[[ Records to use, beginning ]]
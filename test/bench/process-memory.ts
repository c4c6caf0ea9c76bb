import { readdirSync, readFileSync } from 'node:fs'

/** The memory of a process and of all that it has started. */
export interface MemoryWatch {
  /** The largest sum so far, in bytes. */
  peak(): number
}

/**
 * Sample the memory of a process and its children, and theirs, until it has ended: PSS (what several share counts once), or RSS where that can't be
 * read. Linux only.
 */
export function watchMemory(pid: number, everyMs = 200): MemoryWatch {
  let most = 0
  const timer = setInterval(() => {
    const family = familyOf(pid)
    if (family.length === 0) clearInterval(timer)
    most = Math.max(most, family.reduce((sum, each) => sum + bytesOf(each), 0))
  }, everyMs)
  timer.unref()
  return { peak: () => most }
}

function familyOf(pid: number): readonly number[] {
  const parents = new Map(readdirSync('/proc').filter((name) => /^\d+$/.test(name)).flatMap((name) => {
    const stat = read(`/proc/${name}/stat`)
    // proc(5): field 4 after the name in brackets is the parent; Z is a process that has ended
    const [state, parent] = stat.slice(stat.lastIndexOf(')') + 2).split(' ')
    return stat === '' || state === 'Z' ? [] : [[Number(name), Number(parent)] as const]
  }))
  const isOfFamily = (each: number | undefined): boolean => each === pid || (each !== undefined && each > 1 && isOfFamily(parents.get(each)))
  return [...parents.keys()].filter(isOfFamily)
}

function bytesOf(pid: number): number {
  const kilobytes = (text: string, key: string): number => Number(new RegExp(`^${key}:\\s+(\\d+) kB`, 'm').exec(text)?.[1] ?? 0)
  return 1024 * (kilobytes(read(`/proc/${pid}/smaps_rollup`), 'Pss') || kilobytes(read(`/proc/${pid}/status`), 'VmRSS'))
}

function read(file: string): string {
  try {
    return readFileSync(file, 'utf8')
  } catch {
    return ''
  }
}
[[ Records to use, end ]]
* _What to do_
From the data above, state how many lines hold the string "bytesOf", and give the number without other words.

* _Finished task_
2